Would you go through the records below and copy each line with the string "model"?

^^^^

def _mark_incomplete(path: Path) -> None:
    with open(path / INCOMPLETE, "w", encoding="utf-8") as f:
        f.write("a sweep store is being created here; if no `sweep run` is running, the next one rebuilds it\n")
        f.flush()
        os.fsync(f.fileno())
    durable.fsync(path)


def _build(build: Path, spec: Spec, points: np.ndarray, n_blocks: int) -> None:
    # an adaptive sweep's store holds its max_replicates; replicates never run stay -1 (not run)
    n_p, n_r, n_t, n_s = points.shape[0], spec.store_replicates, len(spec.times), len(spec.model.species)
    rb = spec.replicates_per_task
    g = zarr.open_group(build, mode="w", zarr_format=3)
    g.attrs.update(_attributes(spec, points))
    # every written chunk exists on disk, even one equal to the fill value, so that
    # `sweep status --verify` can tell a lost chunk from a block of failed replicates
    data = {"write_empty_chunks": True}
    _array(g, "counts", (n_p, n_r, n_t, n_s), (1, rb, n_t, n_s), counts_dtype(spec.method), -1,
           ("point", "replicate", "time", "species"), data)
    _array(g, "status", (n_p, n_r), (1, rb), "int8", -1, ("point", "replicate"), data)
    _array(g, "events", (n_p, n_r), (1, rb), "int64", -1, ("point", "replicate"), data)
    _array(g, "done", (n_p, n_blocks), (n_p, n_blocks), "bool", False, ("point", "block"), data)[:] = False
    names = _observables_arrays(g, spec, points, (n_p, n_r, n_t), rb)
    _checksums_array(g, n_p, n_blocks, DATA_ARRAYS + names)
    write_coordinates(g, spec, points, COORDINATES, create=True)
    consolidate(build)


def _observables_arrays(g: zarr.Group, spec: Spec, points: np.ndarray, shape: tuple[int, int, int],
                        rb: int) -> tuple[str, ...]:
    """``observables`` (point, replicate, time, observable; float64, NaN = none) chunked as ``counts``, and its
    ``observable`` coordinate; nothing at all for a model without observables, so such a store keeps its bytes."""
    names = [name for name, _ in spec.model.observables]
    if not names:
        return ()
    n_p, n_r, n_t = shape
    data = {"write_empty_chunks": True}
    _array(g, OBSERVABLES, (n_p, n_r, n_t, len(names)), (1, rb, n_t, len(names)), "float64", np.nan,
           ("point", "replicate", "time", "observable"), data)
    write_coordinates(g, spec, points, ("observable",), create=True)
    return (OBSERVABLES,)


def data_arrays(g: zarr.Group | Path) -> tuple[str, ...]:
    """The arrays every task writes one chunk of, in the order of ``checksums``: ``DATA_ARRAYS``, then
    ``observables`` when the store has it."""
    if not isinstance(g, zarr.Group):
        g = zarr.open_group(g, mode="r", use_consolidated=False)
    return DATA_ARRAYS + ((OBSERVABLES,) if OBSERVABLES in g else ())


def _checksums_array(g: zarr.Group, n_p: int, n_blocks: int, names: tuple[str, ...] = DATA_ARRAYS) -> zarr.Array:
    """The CRC-32C of each done task's data chunks, as recorded when the task finished (0: none)."""
    array = _array(g, CHECKSUMS, (n_p, n_blocks, len(names)), (max(n_p, 1), max(n_blocks, 1), len(names)),
                   "uint32", 0, ("point", "block", "array"), {"write_empty_chunks": True})
    array.attrs["arrays"] = list(names)
    array[:] = 0
    return array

^^^^

**OUTPUT FOR THIS TASK**
    n_p, n_r, n_t, n_s = points.shape[0], spec.store_replicates, len(spec.times), len(spec.model.species)
    ``observable`` coordinate; nothing at all for a model without observables, so such a store keeps its bytes."""
    names = [name for name, _ in spec.model.observables]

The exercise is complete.